Mehrere hundert Meter trennen die experimentellen Inseln von Spiekeroog. Pflanzen und Tiere, die sich dort ansiedeln, müssen zuerst diese Barriere überwinden. Welche Pflanze wird zuerst ihre Heimat auf der neuen Insel finden, welches Tier? Wie stehen sie in Interaktion miteinander, beeinflussen sie sich gegenseitig? Werden sie von Pflanzen oder Tieren, die sich später auf der Insel ansiedeln, verdrängt? Welche Bedeutung haben sie für das neue Ökosystem? Wie viel neue Biomasse entsteht durch den Besiedlungsprozess und wie entwickelt sich ein neues Nahrungsnetz? Um diese Fragen zu beantworten, wandern die Wissenschaftler im Sommer bei Ebbe fast täglich zu den Inseln, führen Messkampagnen durch und protokollieren die Pflanzen und Tiere, die sich dort niederlassen. Ein langwieriger Prozess.
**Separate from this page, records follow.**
def _parse_csv(path: Path, where: str, fmt: _CsvFormat, *, chunksize: int | None = None,
               nrows: int | None = None) -> Any:
    """pandas' C parser on the file: a frame, or an iterator of frames with `chunksize`."""
    options: dict[str, Any] = dict(
        sep=fmt.delimiter, dtype=str, index_col=False, keep_default_na=False,
        na_filter=False, engine="c", skip_blank_lines=True, encoding=fmt.encoding)
    if fmt.row_names:  # the header names every column but the first
        options |= {"header": 0, "names": [ROW_NAMES, *fmt.header]}
    if chunksize is None:
        frame = _parsing(path, where, fmt, lambda: pd.read_csv(path, nrows=nrows, **options))
        if len(fmt.header) == frame.shape[1]:
            # pandas renames repeated headers (sad, sad.1), so the raw header is checked too.
            _check_duplicate_names(fmt.header, where)
        return frame
    return _chunks(path, where, fmt, pd.read_csv(path, chunksize=chunksize, **options))


def _chunks(path: Path, where: str, fmt: _CsvFormat, reader: Any) -> Iterator[pd.DataFrame]:
    with reader:
        while True:
            frame = _parsing(path, where, fmt, lambda: next(reader, None))
            if frame is None:
                return
            yield frame


def _parsing(path: Path, where: str, fmt: _CsvFormat, parse: Any) -> Any:
    """Run the parser; turn its complaints into problems that name the line."""
    delimiter = fmt.delimiter
    try:
        with warnings.catch_warnings():
            # More fields than the header would silently lose data: make it an error.
            warnings.simplefilter("error", pd.errors.ParserWarning)
            return parse()
    except pd.errors.ParserWarning:
        raise DataError([error(
            where, f"the file cannot be read as CSV: {_long_line(path, fmt)}",
            expected=f"the same number of '{_name(delimiter)}'-separated fields on every line",
            fix="look at the line named (an unclosed quote or an extra separator is usual)",
            code="unreadable")]) from None
    except pd.errors.EmptyDataError:
        raise DataError([error(where, "the file is empty", fix="export the data again",
                               code="empty-file")]) from None
    except (pd.errors.ParserError, ValueError, csv.Error) as exc:
        raise DataError([error(
            where, f"the file cannot be read as CSV: {_parser_detail(exc)}",
            expected=f"the same number of '{_name(delimiter)}'-separated fields on every line",
            fix="look at the line named (an unclosed quote or an extra separator is usual)",
            code="unreadable")]) from None


def sniff_delimiter(text: str) -> str:
    """Pick the delimiter that splits the header line into the most fields (comma on ties)."""
    lines = text.lstrip("\r\n")[:65536].splitlines()
    first = lines[0] if lines else ""
    best, most = ",", 1
    for d in DELIMITERS:
        try:
            n = len(next(csv.reader([first], delimiter=d), []))
        except csv.Error:
            continue
        if n > most:
            best, most = d, n
    return best


def _long_line(path: Path, fmt: _CsvFormat) -> str:
    """Name the first line with more fields than the header (only called when one exists)."""
    with path.open(encoding=fmt.encoding, newline="") as f:
        lines = dropwhile(lambda line: not line.strip("\r\n"), f)  # as the parser does
        reader = csv.reader(lines, delimiter=fmt.delimiter)
        try:
            width = len(next(reader, []))
            for fields in reader:
                if len(fields) > width:
                    return (f"line {reader.line_num} has {len(fields)} fields but the header "
                            f"has {width}")
        except csv.Error:
            pass
    return "a line has more fields than the header"


def _name(delimiter: str) -> str:
    return {"\t": "tab"}.get(delimiter, delimiter)


def _parser_detail(exc: Exception) -> str:
    text = str(exc).strip().splitlines()[-1] if str(exc).strip() else type(exc).__name__
    m = re.search(r"Expected (\d+) fields in line (\d+), saw (\d+)", text)
    if m:
        return f"line {m.group(2)} has {m.group(3)} fields but the header has {m.group(1)}"
    m = re.search(r"EOF inside string starting at row (\d+)", text)
    if m:
        return f"a quoted field starting on line {int(m.group(1)) + 1} is never closed"
    return text.removeprefix("Error tokenizing data. C error: ")
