def test_text_uses_the_booklet_font(charts):
    """Check that every text element names Atkinson Hyperlegible with a sans-serif fallback."""
    for chart in charts.values():
        for el in ET.fromstring(chart.svg).iter(f"{SVG}text"):
            family = el.get("font-family") or ""
            assert "Atkinson Hyperlegible" in family and "sans-serif" in family


def test_dates_are_study_local(study, charts):
    """Check that times are shown in the study zone, not UTC.

    The 19:00 Amsterdam event on 2 April is 17:00 UTC, the 08:30 one on 6 April 06:30 UTC;
    prompts at 09:00..21:00 local would show one or two hours earlier in UTC.
    """
    table = charts["mood"].table
    by_day = dict(zip(table["Date"], table["Events"], strict=True))
    assert by_day["Thu 2 Apr"] == "argument"
    assert by_day["Mon 6 Apr"] == "<script>alert(1)</script>"
    _data, results, _settings = study
    starts = results.families["recovery"].tables["episodes"]["start"]
    shown = list(charts["recovery"].table["Start"])
    for start, text in zip(starts, shown, strict=True):
        assert text.endswith(f"{start.hour:02d}:{start.minute:02d}"), text
        assert start.hour in HOURS


def test_descriptions_state_the_pattern(charts):
    """Check that each text alternative is computed from the data, in plain words."""
    mood = charts["mood"].description
    series_min = f"{min(make_data()[1]['value']):.1f}"
    assert series_min in mood and "typical range" in mood
    assert "shift to feeling worse" in mood and "1 April" in mood
    daily = make_data()[1].groupby("study_day")["value"].mean().to_numpy()
    first, last = f"{daily[:7].mean():.1f}", f"{daily[-7:].mean():.1f}"
    assert f"{first} in the first week and {last} in the last week" in mood
    assert "worse than" not in mood and "better than" not in mood  # no word from a cut-off
    assert "two resting places, near 3.0 and near 4.6" in charts["landscape"].description
    assert "5 times" in charts["landscape"].description
    assert "from 6 (mild)" in charts["questionnaire_phq9"].description
    assert "reliable worsening" in charts["questionnaire_phq9"].description
    assert "Carry-over from one moment to the next rose" in charts["warnings"].description
    assert "ups and downs stayed about the same" in charts["warnings"].description
    # The rolling windows here end from the 31st answer on (make_data's series from row 30):
    # the caption names that day as where the lines begin and the settings' window share.
    start = pd.Timestamp(make_data()[1]["local_time"].iloc[30]).tz_localize(None)
    assert (f"the lines begin on {start.day} {start.strftime('%B')}, once the first such "
            "stretch is complete") in charts["warnings"].description
    assert "3 times" in charts["recovery"].description
    assert "In 2 of them" in charts["recovery"].description
    assert "worse" in charts["load"].description or "better" in charts["load"].description


def test_calendar_labels_and_table(charts, study):
    """Check the calendar writes answered/sent per day, Monday first, one row per week."""
    _data, results, _settings = study
    table = charts["calendar"].table
    assert list(table.columns) == ["Week starting", "Mon", "Tue", "Wed", "Thu", "Fri", "Sat",
                                   "Sun"]
    assert len(table) == DAYS // 7
    daily = results.families["descriptives"].tables["daily"]
    first = f"{int(daily['n'].iloc[0])}/{len(HOURS)}"
    assert table.iloc[0]["Mon"] == first
    answered = int(daily["n"].sum())
    assert f"You answered {answered} of {DAYS * len(HOURS)} prompts" in (
        charts["calendar"].description)
    assert f">{first}<" in charts["calendar"].svg


def test_grid_writes_tau_in_cells(charts):
    """Check that each grid cell's tau is written in the SVG, starred when p < alpha."""
    svg = charts["grid"].svg
    assert ">0.45*<" in svg  # window 0.3: tau 0.6 - 0.15, p 0.01
    assert ">0.25<" in svg  # window 0.7: tau 0.25, p 0.2
    assert len(charts["grid"].table) == 9


def test_charts_are_translated_through_gettext(study):
    """Check that axis titles, labels and tables go through the gettext callable."""
    data, results, settings = study
    marked = mood_chart(Inputs(replace(data, language="nl"), results, settings, "nl",
                               lambda s: "«" + s + "»"))
    assert "«Date»" in marked.table.columns
    assert "«Date»" in marked.svg
    assert marked.title == "«Your mood over time»"
    assert "somberheid" in marked.svg
    # numbers follow the language: Dutch decimal comma
    assert re.search(r"\d,\d", marked.description)


def test_missing_families_and_estimates_drop_charts_quietly(study):
    """Check that absent families give no chart and missing estimates give a plain sentence."""
    data, results, settings = study
    fams = dict(results.families)
    del fams["landscape"], fams["shifts"]
    fams["recovery"] = replace(fams["recovery"], estimates={
        "recovery_half_life_hours": Estimate.missing("too few episodes"),
        "median_recovery_hours": Estimate.missing("too few episodes")})
    fams["warnings"] = replace(fams["warnings"], estimates={}, tables={
        "rolling": fams["warnings"].tables["rolling"]})
    thin = replace(results, families=fams)
    charts = make_charts(data, thin, settings, "en", lambda s: s)
    assert set(charts) == {"mood", "calendar", "recovery", "warnings", "questionnaire_phq9"}
    assert "too few" in charts["recovery"].description
    assert "could not be judged" in charts["warnings"].description
    assert "shift" not in charts["mood"].description


def test_no_data_gives_no_charts(study):
    """Check that a participant without enough data gets an empty chart set, not an error."""
    data, _results, settings = study
    empty = ParticipantResults("p01", "low_mood", {}, enough_data=False, reason="too few",
                               series=LOW_MOOD)
    assert make_charts(data, empty, settings, "en", lambda s: s) == {}


def test_finish_svg_renames_ids_and_references():
    """Check the id rewrite on a tiny hand-written SVG (clip path and href references)."""
    raw = ('<svg xmlns="http://www.w3.org/2000/svg" xmlns:xlink="http://www.w3.org/1999/xlink">'
           '<defs><clipPath id="clip7"><rect/></clipPath></defs>'
           '<g clip-path="url(#clip7)"><use xlink:href="#clip7"/></g></svg>')
    out = finish_svg(raw, "questionnaire_phq 9", "T & t", "D < d")
    root = ET.fromstring(out)
    assert root.find(f"{SVG}defs/{SVG}clipPath").get("id") == "sb-questionnaire_phq-9-1"
    assert root.find(f"{SVG}g").get("clip-path") == "url(#sb-questionnaire_phq-9-1)"
    assert root.find(f"{SVG}g/{SVG}use").get("href") == "#sb-questionnaire_phq-9-1"
    assert "xlink:" not in out
    assert root.find(f"{SVG}title").text == "T & t: D < d" and "D &lt; d" in out


def test_many_shifts_are_summarised(study):
    """Check that more than two shifts give a count and the largest, not one sentence each."""
    data, results, settings = study
    days = pd.to_datetime(["2026-03-20", "2026-03-25", "2026-04-01", "2026-04-06"])
    points = pd.DataFrame({"study_day": days, "direction": ["worse", "better", "worse", "better"],
                           "size": [0.8, -0.5, 1.9, -0.7], "method": "PELT",
                           "exceeds_swings": True})
    fams = dict(results.families)
    fams["shifts"] = replace(fams["shifts"], tables={**fams["shifts"].tables,
                                                     "change_points": points})
    chart = mood_chart(Inputs(data, replace(results, families=fams), settings, "en",
                              lambda s: s))
    assert "shift 4 times: 2 times to feeling worse and 2 times to feeling better" in (
        chart.description)
    assert "The largest shift was around 1 April." in chart.description
    # Written labels would overlap: the key names the dotted rule instead.
    assert "shift: worse" not in chart.svg and "detected shift" in chart.svg


def test_load_path_joins_weekly_averages_for_long_studies(charts):
    """Check the load chart: four weeks of days give a weekly path and a day-per-row table."""
    assert ">weekly averages, joined in time order<" in charts["load"].svg
    assert len(charts["load"].table) == DAYS
    assert "start, 16 March" in charts["load"].svg


def test_weasyprint_draws_the_svg_as_a_figure_with_alt_text(charts):
    """Check in a real PDF/UA render that each inlined chart becomes a Figure with /Alt.

    (An early version serialised <ns0:svg>, which XML parsers accept but HTML parsers take for
    an unknown element: WeasyPrint then printed the chart's text instead of drawing it.)
    """
    import io

    import pikepdf
    from weasyprint import HTML

    chosen = [charts["grid"], charts["questionnaire_phq9"]]
    body = "".join(f"<figure><div>{c.svg}</div><figcaption>{c.title}</figcaption></figure>"
                   for c in chosen)
    html = (f"<!doctype html><html lang='en'><head><title>t</title></head>"
            f"<body><h1>Charts</h1>{body}</body></html>")
    pdf = pikepdf.open(io.BytesIO(HTML(string=html).write_pdf(pdf_variant="pdf/ua-1")))
    alts: list[str] = []

    def walk(node: object) -> None:
        if isinstance(node, pikepdf.Dictionary):
            if node.get("/S") == pikepdf.Name("/Figure"):
                alts.append(str(node.get("/Alt", "")))
            kids = node.get("/K")
            for kid in kids if isinstance(kids, pikepdf.Array) else [kids]:
                walk(kid)

    walk(pdf.Root.StructTreeRoot)
    assert alts == [f"{c.title}: {c.description}" for c in chosen]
Das Forschungsprojekt ist auf drei Jahre angelegt – wobei die Wissenschaftler eine Verlängerung auf zwölf Jahre anstreben.
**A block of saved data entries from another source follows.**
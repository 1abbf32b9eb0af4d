"""Contrast of the booklet's colours (WCAG 2.1), checked against W3C's definition first."""

from __future__ import annotations

import itertools
import re

import pytest

from springback.charts import palette
from springback.charts.palette import (
    CALENDAR_RAMP,
    CHART,
    DIVERGING,
    GRAPHIC_MIN,
    GRAPHIC_PAIRS,
    PAGE,
    TEXT_MIN,
    TEXT_PAIRS,
    contrast_ratio,
    css_variables,
    readable_text_on,
    relative_luminance,
)

# Source of the formula: W3C, Web Content Accessibility Guidelines (WCAG) 2.1 (2018), definitions
# of "relative luminance" and "contrast ratio". Values computed with that formula in plain
# Python ("computed"; identical with the old 0.03928 threshold).
W3C_CHECKS = [
    ("#000000", 0.0, 21.0),
    ("#767676", 0.181164, 4.5422),
    ("#777777", 0.184475, 4.4781),
    ("#595959", 0.099899, 7.0047),
    ("#949494", 0.296138, 3.0335),
    ("#959595", 0.300544, 2.9953),
    ("#999999", 0.318547, 2.8490),
    ("#888888", 0.246201, 3.5449),
    ("#FF0000", 0.2126, 3.9985),
    ("#0000FF", 0.0722, 8.5925),
    ("#FFFFFF", 1.0, 1.0),
]


@pytest.mark.parametrize(("colour", "luminance", "ratio"), W3C_CHECKS)
def test_luminance_and_ratio_match_w3c_definition(colour, luminance, ratio):
    """Check relative luminance and the ratio on white against the W3C-formula values."""
    assert relative_luminance(colour) == pytest.approx(luminance, abs=1e-6)
    assert contrast_ratio(colour, "#FFFFFF") == pytest.approx(ratio, abs=1e-4)


def test_ratio_is_symmetric_and_bounded():
    """Check that the order of the two colours does not matter and the range is 1..21."""
    assert contrast_ratio("#FFFFFF", "#767676") == contrast_ratio("#767676", "#FFFFFF")
    assert contrast_ratio("#123456", "#123456") == 1.0
    assert contrast_ratio("#000000", "#FFFFFF") == pytest.approx(21.0)


def test_thresholds_are_not_rounded():
    """Check the boundary greys: 2.9953 fails 3:1 and 4.4781 fails 4.5:1 (W3C: no rounding)."""
    # W3C, Understanding SC 1.4.11: "2.999:1 would not meet the 3:1 threshold".
    white = "#FFFFFF"
    assert contrast_ratio("#959595", white) < GRAPHIC_MIN <= contrast_ratio("#949494", white)
    assert contrast_ratio("#777777", white) < TEXT_MIN <= contrast_ratio("#767676", white)


@pytest.mark.parametrize("bad", ["767676", "#76767", "#GGGGGG", "red", "#7676761"])
def test_bad_colour_is_refused(bad):
    """Check that a malformed colour raises a ValueError naming it."""
    with pytest.raises(ValueError, match="is not a colour"):
        relative_luminance(bad)


@pytest.mark.parametrize(("fg", "bg"), TEXT_PAIRS)
def test_every_text_pair_meets_aa(fg, bg):
    """Check every text/background pair of the stylesheet and charts reaches 4.5:1."""
    assert contrast_ratio(fg, bg) >= TEXT_MIN, f"{fg} on {bg}"


@pytest.mark.parametrize(("fg", "bg"), GRAPHIC_PAIRS)
def test_every_graphic_pair_meets_non_text_contrast(fg, bg):
    """Check every line, mark, swatch, border and focus ring reaches 3:1 against its neighbour."""
    assert contrast_ratio(fg, bg) >= GRAPHIC_MIN, f"{fg} on {bg}"


def test_pairs_cover_every_colour_in_use():
    """Check that no page or chart colour escapes the pair lists (a new colour needs a pair)."""
    used = {c for pair in TEXT_PAIRS + GRAPHIC_PAIRS for c in pair}
    declared = set(vars(PAGE).values()) | set(vars(CHART).values())
    declared |= set(CALENDAR_RAMP) | set(DIVERGING) | set(palette.BAND_FILLS)
    assert declared <= used


def test_ramps_stay_ordered_in_greyscale():
    """Check that the calendar ramp darkens step by step, so greyscale print keeps its order."""
    lum = [relative_luminance(c) for c in CALENDAR_RAMP]
    assert lum == sorted(lum, reverse=True)
    # Neighbouring steps must differ in grey (design choice: at least 1.2:1); the share is
    # written in each cell anyway.
    assert all(contrast_ratio(a, b) >= 1.2 for a, b in itertools.pairwise(CALENDAR_RAMP))


def test_readable_text_picks_the_better_of_ink_and_white():
    """Check the automatic label colour on a dark and a light fill."""
    assert readable_text_on("#0B3C63") == CHART.background
    assert readable_text_on("#F2F2F2") == CHART.ink


def test_css_variables_declare_every_page_colour():
    """Check that the :root block declares each stylesheet colour exactly once, lower-case."""
    css = css_variables()
    assert css.startswith(":root {") and css.rstrip().endswith("}")
    names = re.findall(r"(--sb-[a-z-]+):", css)
    assert len(names) == len(set(names))
    assert f"--sb-text: {PAGE.text.lower()};" in css
    assert f"--sb-chart-primary: {CHART.primary.lower()};" in css
    assert "--sb-font:" in css and "Atkinson Hyperlegible" in css
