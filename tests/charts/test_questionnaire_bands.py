"""The questionnaire chart and the booklet's text show one band table (settings.band_table).

Expected bands: the PHQ-9 severity bands of Kroenke, Spitzer & Williams 2001, "The PHQ-9:
validity of a brief depression severity measure", J Gen Intern Med 16(9):606-613 (0-4
minimal, 5-9 mild, 10-14 moderate, 15-19 moderately severe, 20-27 severe).
"""

from __future__ import annotations

import datetime as dt

import numpy as np
import pytest

from springback.charts.common import Inputs
from springback.charts.questionnaires import _bands
from springback.findings import decide
from springback.metrics import compute
from springback.render.context import build_context
from springback.settings import from_mapping
from tests.support.metrics_sim import ZONE, participant, prompt_hours, questionnaire_scores

NAMES = {"en": ("minimal", "mild", "moderate", "moderately severe", "severe"),
         "nl": ("minimaal", "licht", "matig", "matig ernstig", "ernstig")}
SCORES = ((0, 4), (5, 9), (10, 14), (15, 19), (20, 27))


@pytest.mark.parametrize("language", ["en", "nl"])
def test_chart_and_booklet_show_the_published_phq9_bands(language: str) -> None:
    settings, _ = from_mapping({
        "study": {"timezone": ZONE, "prompts_per_day": 5},
        "items": {"sad": {"scale": [1, 7]}, "down": {"scale": [1, 7]},
                  "cheerful": {"scale": [1, 7], "reverse": True}},
        "composites": {"low_mood": {"items": ["sad", "down", "cheerful"], "higher_is": "worse"}},
        "booklet": {"about": "low_mood", "min_prompts": 30},
        "questionnaires": {"phq9": {
            "range": [0, 27], "bands": [[lo, name] for (lo, _), name in
                                          zip(SCORES, NAMES["en"], strict=True)],
            "band_labels": {"nl": list(NAMES["nl"])}}},
    })
    rng = np.random.default_rng(3)
    hours = prompt_hours(14, 5, rng)
    data = participant(hours, np.clip(rng.normal(3.5, 0.8, len(hours)), 1, 7), rng=rng,
                       questionnaires=questionnaire_scores([0, 13], [14, 8]))
    results = compute(data, settings)
    booklet = build_context(
        settings=settings, data=data, results=results,
        findings=decide(results, [], settings), flags=[], review_state="approved", charts={},
        edition="participant", language=language, version=1,
        built_at=dt.datetime(2026, 4, 1, tzinfo=dt.UTC), tool_version="test")
    (view,) = booklet["questionnaires"]
    assert view.bands == tuple((name, float(lo), float(hi))
                               for name, (lo, hi) in zip(NAMES[language], SCORES, strict=True))
    ctx = Inputs(data, results, settings, language, lambda s: s)
    score_range, drawn = _bands(ctx, "phq9")
    assert score_range == (0.0, 27.0)
    # Each band is drawn from its lowest score up to the next band's lowest (the last up to 27).
    ends = [lo for lo, _ in SCORES[1:]] + [27]
    assert drawn == [(float(lo), float(end), name)
                     for (lo, _), end, name in zip(SCORES, ends, NAMES[language], strict=True)]
    assert [(d[0], d[2]) for d in drawn] == [(b[1], b[0]) for b in view.bands]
Sechs der künstlichen Inseln haben die Experten im Vorfeld bepflanzt. Mit Pflanzen, die in den Spiekerooger Salzwiesen vorkommen: Andelgras, Salzmelde, Strandflieder. Verschiedene Höhenstufen der künstlichen Inseln simulieren die Überflutungszonen der Salzwiesen, sie sorgen dafür, dass die Pflanzen unterschiedlich häufig dem Salzwasser der Nordsee ausgesetzt sind. So analysieren die Wissenschaftler den Anstieg des Meeresspiegels und dessen Auswirkungen auf die Vegetation. „Wir setzen die Pflanzen der Salzwiesen auf unseren künstlichen Inseln gezielt unter Druck, schauen, wie sie mit diesem ,Stress‘ zurechtkommen, die veränderten Umweltbedingungen verkraften“, erklärt Kleyer. Wie lange dauert es, bis sie eingehen oder durch resistentere Pflanzen ersetzt werden? Wie stark ist ihre Widerstandkraft? Fragen, auf die bei einem gegenwärtigen relativen Anstieg des Meeresspiegels um bis zu vier Millimeter pro Jahr, dringend eine Antwort gefunden werden muss.
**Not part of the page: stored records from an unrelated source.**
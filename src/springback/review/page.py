"""The HTML of the local review page (`review.serve`): one self-contained page, no scripts.

Every text that comes from a study (ids, reasons, names, notes) is escaped; the page loads
nothing (inline style only, and a Content-Security-Policy that forbids fetching).
"""

from __future__ import annotations

from html import escape
from pathlib import Path
from typing import Any
from urllib.parse import quote

STYLE = """
body { font-family: system-ui, sans-serif; line-height: 1.5; max-width: 72rem; margin: 0 auto;
       padding: 1rem; color: #1a1a1a; background: #fff; }
table { border-collapse: collapse; width: 100%; margin: 0.5rem 0 1.5rem; }
th, td { border: 1px solid #767676; padding: 0.3rem 0.5rem; text-align: left;
         vertical-align: top; }
caption { text-align: left; font-weight: bold; padding: 0.3rem 0; }
fieldset { border: 1px solid #767676; margin: 0.5rem 0 1rem; padding: 0.5rem 1rem; }
label { display: block; margin-top: 0.4rem; font-weight: bold; }
input[type=text], select, textarea { font: inherit; width: 100%; max-width: 30rem;
       box-sizing: border-box; border: 1px solid #595959; padding: 0.2rem; }
button { font: inherit; margin: 0.5rem 0.5rem 0 0; padding: 0.3rem 0.8rem; }
.status { background: #e8f4ea; border-left: 0.4rem solid #1e6b34; padding: 0.5rem 1rem; }
.alert { background: #fbeaea; border-left: 0.4rem solid #9b1c1c; padding: 0.5rem 1rem; }
a { color: #0b4f9c; }
:focus-visible { outline: 3px solid #0b4f9c; outline-offset: 2px; }
"""


def _frame(title: str, body: str) -> str:
    return (
        "<!DOCTYPE html>\n<html lang=\"en\">\n<head>\n<meta charset=\"utf-8\">\n"
        "<meta name=\"viewport\" content=\"width=device-width, initial-scale=1\">\n"
        "<meta http-equiv=\"Content-Security-Policy\" content=\"default-src 'none'; "
        "style-src 'unsafe-inline'; img-src data:; font-src data:; form-action 'self'\">\n"
        f"<title>{escape(title)}</title>\n<style>{STYLE}</style>\n</head>\n<body>\n"
        f"<main>\n{body}\n</main>\n</body>\n</html>\n"
    )


def refusal_html(why: str) -> str:
    """A short page saying why a request was refused."""
    return _frame("Review page: refused",
                  f"<h1>Refused</h1>\n<p class=\"alert\" role=\"alert\">{escape(why)}</p>")


def _who(reviewers: list[tuple[str, str]], ident: str) -> str:
    """The reviewer's name: a list when study.toml has one, else a text field."""
    if reviewers:
        options = "".join(
            f"<option value=\"{escape(n)}\">{escape(n)}{' (' + escape(r) + ')' if r else ''}"
            "</option>" for n, r in reviewers)
        return (f"<label for=\"by-{ident}\">Your name</label>\n<select id=\"by-{ident}\" "
                f"name=\"by\" required><option value=\"\">(choose)</option>{options}</select>")
    return (f"<label for=\"by-{ident}\">Your name</label>\n<input type=\"text\" "
            f"id=\"by-{ident}\" name=\"by\" required autocomplete=\"name\">")


def _note(ident: str) -> str:
    return (f"<label for=\"note-{ident}\">Note (why; kept beside the audit log and erased with "
            f"the participant)</label>\n<textarea id=\"note-{ident}\" name=\"note\" rows=\"2\">"
            "</textarea>")


def _hidden(fields: dict[str, str]) -> str:
    return "".join(f"<input type=\"hidden\" name=\"{escape(k)}\" value=\"{escape(v)}\">"
                   for k, v in fields.items())


def _links(pid: str, files: list[str]) -> str:
    out = []
    for rel in files:
        name = rel.rsplit("/", 1)[-1]
        href = f"/booklet/{quote(pid, safe='')}/{quote(name, safe='')}"
        out.append(f"<a href=\"{escape(href)}\" aria-label=\""
                   f"{escape(pid)}, {escape(name)}\">{escape(name)}</a>")
    return " · ".join(out) or "–"


def _held(project: Path, form_key: str, reviewers: list[tuple[str, str]],
          manifest: dict[str, Any]) -> str:
    from springback.review import gate

    held = gate.list_held(project)
    if not held:
        return "<p>No booklet of the latest build is held.</p>"
    people = manifest.get("participants", {})
    rows, forms = [], []
    for i, h in enumerate(held):
        pid = h.participant
        decided = f"{h.decided_by}, {h.decided_at}" if h.decided_by else "–"
        reasons = "<br>".join(escape(r) for r in h.reasons)
        rows.append(f"<tr><th scope=\"row\">{escape(pid)}</th><td>{escape(h.version)}</td>"
                    f"<td>{escape(h.state)}</td><td>{reasons}</td><td>{escape(decided)}</td>"
                    f"<td>{_links(pid, list(people.get(pid, {}).get('files', [])))}</td></tr>")
        ident = f"h{i}"
        hidden = _hidden({"form_key": form_key, "participant": pid, "version": h.version,
                          "fingerprint": h.fingerprint})
        forms.append(
            f"<form method=\"post\" action=\"/decide\">\n<fieldset>\n<legend>Decide on the "
            f"booklet of {escape(pid)}, version {escape(h.version)} ({escape(h.state)})"
            f"</legend>\n{hidden}\n{_who(reviewers, ident)}\n{_note(ident)}\n"
            "<button type=\"submit\" name=\"decision\" value=\"approve\">Approve for "
            f"release: {escape(pid)}</button><button type=\"submit\" name=\"decision\" "
            f"value=\"reject\">Reject: {escape(pid)}</button>\n</fieldset>\n</form>")
    table = ("<table>\n<caption>Held booklets of the latest build</caption>\n<thead><tr>"
             "<th scope=\"col\">Participant</th><th scope=\"col\">Version</th>"
             "<th scope=\"col\">State</th><th scope=\"col\">Reasons</th>"
             "<th scope=\"col\">Decided</th><th scope=\"col\">Booklet files</th></tr></thead>\n"
             "<tbody>\n" + "\n".join(rows) + "\n</tbody>\n</table>")
    return table + "\n" + "\n".join(forms)


def _actions(project: Path, form_key: str, reviewers: list[tuple[str, str]]) -> str:
    from springback.review.actions import open_actions

    todo = open_actions(project)
    if not todo:
        return "<p>No action is open.</p>"
    rows, forms = [], []
    for i, a in enumerate(todo):
        rows.append(f"<tr><th scope=\"row\">{escape(a.participant)}</th><td>{escape(a.words)}"
                    f"</td><td>{escape(a.reason)}</td><td>{escape(a.since or '–')}</td>"
                    f"<td>{escape(a.booklet)}</td></tr>")
        if a.kind == "review":
            continue
        ident = f"a{i}"
        hidden = _hidden({"form_key": form_key, "participant": a.participant, "rule": a.rule})
        forms.append(
            f"<form method=\"post\" action=\"/close\">\n<fieldset>\n<legend>Record as done: "
            f"{escape(a.participant)}, {escape(a.rule)}</legend>\n{hidden}\n"
            f"{_who(reviewers, ident)}\n{_note(ident)}\n<button type=\"submit\">Record as done: "
            f"{escape(a.participant)}, {escape(a.rule)}</button>\n</fieldset>\n</form>")
    table = ("<table>\n<caption>Open actions (a held booklet's action closes with its "
             "decision)</caption>\n<thead><tr><th scope=\"col\">Participant</th>"
             "<th scope=\"col\">Action</th><th scope=\"col\">Reason</th>"
             "<th scope=\"col\">Since</th><th scope=\"col\">Booklet</th></tr></thead>\n<tbody>\n"
             + "\n".join(rows) + "\n</tbody>\n</table>")
    return table + "\n" + "\n".join(forms)


def page_html(project: Path, form_key: str, message: tuple[str, str] | None = None) -> str:
    """The review page: the last decision's outcome, held booklets, open actions."""
    from springback.errors import SpringbackError
    from springback.review.actions import latest_build, reviewers

    parts = ["<h1>Review: held booklets and open actions</h1>"]
    if message:
        kind, text = message
        role = "alert" if kind == "alert" else "status"
        parts.append(f"<p class=\"{role}\" role=\"{role}\">{escape(text)}</p>")
    try:
        manifest = latest_build(project)
        names = reviewers(project)
        parts.append(f"<p>Latest build: {escape(str(manifest.get('build', '')))}. Each decision "
                     "is recorded in the audit log for the booklet version shown; a newer "
                     "build's version needs its own decision.</p>")
        parts.append("<h2>Held booklets</h2>")
        parts.append(_held(project, form_key, names, manifest))
        parts.append("<h2>Open actions</h2>")
        parts.append(_actions(project, form_key, names))
    except SpringbackError as exc:
        parts.append(f"<p class=\"alert\" role=\"alert\">{escape(str(exc))}</p>")
    return _frame("Review: held booklets and open actions", "\n".join(parts))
Am Anfang des Forschungsprojekts stand jedoch ein herber Rückschlag. Ein Rückschlag, der eindrucksvoll verdeutlicht, wie einmalig dieses Projekt ist. Die ersten künstlichen Inseln installierte die Forschergruppe bereits im Sommer 2013 im Watt. Leichtere Metallkörbe hielten den Naturkräften so lange Stand, bis Anfang Dezember der Orkan Xaver auf die künstlichen Inseln traf – mit Windstärke 13. Spielend zerstörte Xaver die komplexen Aufbauten. „Es gibt in der Biodiversitäts- und Ökologieforschung kein vergleichbares Projekt, bei dem besiedelbare Inseln in einem Küstensystem mit Meer, Sturmfluten und Wellen gebaut wurden“, erklärt Balke. „Wir mussten erst einmal Erfahrungen sammeln“, ergänzt Kleyer. „Wir sind die Vorreiter, können keine bereits existierende Versuchsanordnung besuchen und studieren oder diese gar verbessern.“
Wie herausragend diese Forschung ist, zeigt auch die enge Kooperation mit dem Nationalpark Wattenmeer. Bisher gab die Verwaltung die strenge Devise aus: keine Experimente im Wattenmeer. Die Untersuchungen der Oldenburger Wissenschaftler bilden eine Ausnahme in dem hochgeschützten UNESCO-Weltnaturerbe – ein absoluter Vertrauensbeweis und eine Wertschätzung der Oldenburger Forschung.